In other words, an instrument for gathering, analyzing and sharing data, currently consultable from every giant touchscreen in the system, but also from a pc connected to Predix. In future, Smart Shop could well be consulted and used via a smartphone app, and at the moment the Aviation and GE Digital teams are working on optimizing and standardizing its use for every factory, line and manufacturing specialty.
How can it do all this? Every line – thanks to its supervisor software – generates data, and uses gateways (in computer science, the routers or other hardware devices that manage packages of digital information) to gather them and channel them towards Smart Shop.
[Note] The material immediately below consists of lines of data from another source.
import type { Axis, PlotSpec, Series } from "../../checks/plotSpec.ts";
import { displayUnitFor, type DisplayContext } from "../format/displayUnit.ts";
import { representativeMagnitude } from "../format/formatQuantity.ts";
import { parseWrittenUnit } from "../format/writtenUnits.ts";
import { rewriteNumbers } from "../format/rewriteNumbers.ts";

const scaleAll = (xs: number[], f: number) => xs.map((v) => v * f);

/** One series with its values along `axis` multiplied by `f`. */
function scaleSeries(s: Series, axis: "x" | "y", f: number): Series {
  switch (s.type) {
    case "points":
      return axis === "x"
        ? { ...s, x: scaleAll(s.x, f), ...(s.xErr ? { xErr: scaleAll(s.xErr, f) } : {}) }
        : {
            ...s,
            y: scaleAll(s.y, f),
            ...(s.yErr ? { yErr: scaleAll(s.yErr, f) } : {}),
            ...(s.yErrLow ? { yErrLow: scaleAll(s.yErrLow, f) } : {}),
            ...(s.yErrHigh ? { yErrHigh: scaleAll(s.yErrHigh, f) } : {}),
          };
    case "line":
      return axis === "x" ? { ...s, x: scaleAll(s.x, f) } : { ...s, y: scaleAll(s.y, f) };
    case "band":
      return axis === "x" ? { ...s, x: scaleAll(s.x, f) } : { ...s, lower: scaleAll(s.lower, f), upper: scaleAll(s.upper, f) };
    case "bars":
      return axis === "x" ? { ...s, x0: scaleAll(s.x0, f), x1: scaleAll(s.x1, f) } : { ...s, y: scaleAll(s.y, f) };
    case "span":
      return axis === "x" ? { ...s, from: s.from * f, to: s.to * f } : s;
    case "rule":
      return s.axis === axis ? { ...s, value: s.value * f } : s;
    case "heatmap":
      return axis === "x" ? { ...s, xEdges: scaleAll(s.xEdges, f) } : { ...s, yEdges: scaleAll(s.yEdges, f) };
  }
}

/** Every value a series puts on one axis (for the magnitude that picks the prefix). */
function axisValues(s: Series, axis: "x" | "y"): number[] {
  switch (s.type) {
    case "points":
    case "line":
      return axis === "x" ? s.x : s.y;
    case "band":
      return axis === "x" ? s.x : [...s.lower, ...s.upper];
    case "bars":
      return axis === "x" ? [...s.x0, ...s.x1] : s.y;
    case "span":
      return axis === "x" ? [s.from, s.to] : [];
    case "rule":
      return s.axis === axis ? [s.value] : [];
    case "heatmap":
      return axis === "x" ? s.xEdges : s.yEdges;
  }
}

/**
 * A plot spec in display units: an axis whose unit we understand is rescaled
 * to the display unit of its quantity (the same choice the tables make, so a
 * plot in meV/s never sits beside a table in W). Other axes are left as they
 * are. Log axes keep their scale: multiplying by a constant shifts decades.
 */
export function displayPlotSpec(spec: PlotSpec, ctx: DisplayContext): PlotSpec {
  let out: PlotSpec = { ...spec, alt: rewriteNumbers(spec.alt, ctx) };
  for (const axis of ["x", "y"] as const) {
    const a: Axis = out[axis];
    const w = a.unit ? parseWrittenUnit(a.unit) : undefined;
    if (!w || w.quantity === "entropy" || w.quantity === "entropy_density" || w.quantity === "dimensionless") continue;
    const values = out.series.flatMap((s) => axisValues(s, axis)).map((v) => v * w.si);
    const unit = displayUnitFor(w.quantity, representativeMagnitude(values), ctx);
    const f = w.si * unit.perSI;
    if (f === 1 && unit.symbol === a.unit) continue;
    const domain = a.domain ? ([a.domain[0] * f, a.domain[1] * f] as [number, number]) : undefined;
    out = { ...out, [axis]: { ...a, unit: unit.symbol, ...(domain ? { domain } : {}) }, series: out.series.map((s) => scaleSeries(s, axis, f)) };
  }
  return out;
}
Smart Shop then elaborates them and displays them in the menu described above, which can then be consulted and used by teams in the same plant but also by other teams in other industrial sites that use the same technology. This means sharing knowledge, operative experience and information: in GE we call it GE Store.
Earlier, we mentioned the astonishment which this kind of innovation generates in visitors or any other kinds of witnesses of such industrial realities, but it is also important not to underestimate the new professional skills that, through these technological novelties, are added to the experiential expertise of the men and women who operate in a plant day by day: specialists in technology, engineering, logistics and workers. Professional figures which today – just as, for example, their colleagues in the Cameri plant skillfully operate machinery using the new additive technology – are acquiring confidence and familiarity in using computer tools which allow them to be classified as “advanced digital users”… a very different concept to just “work sitting at a laptop”.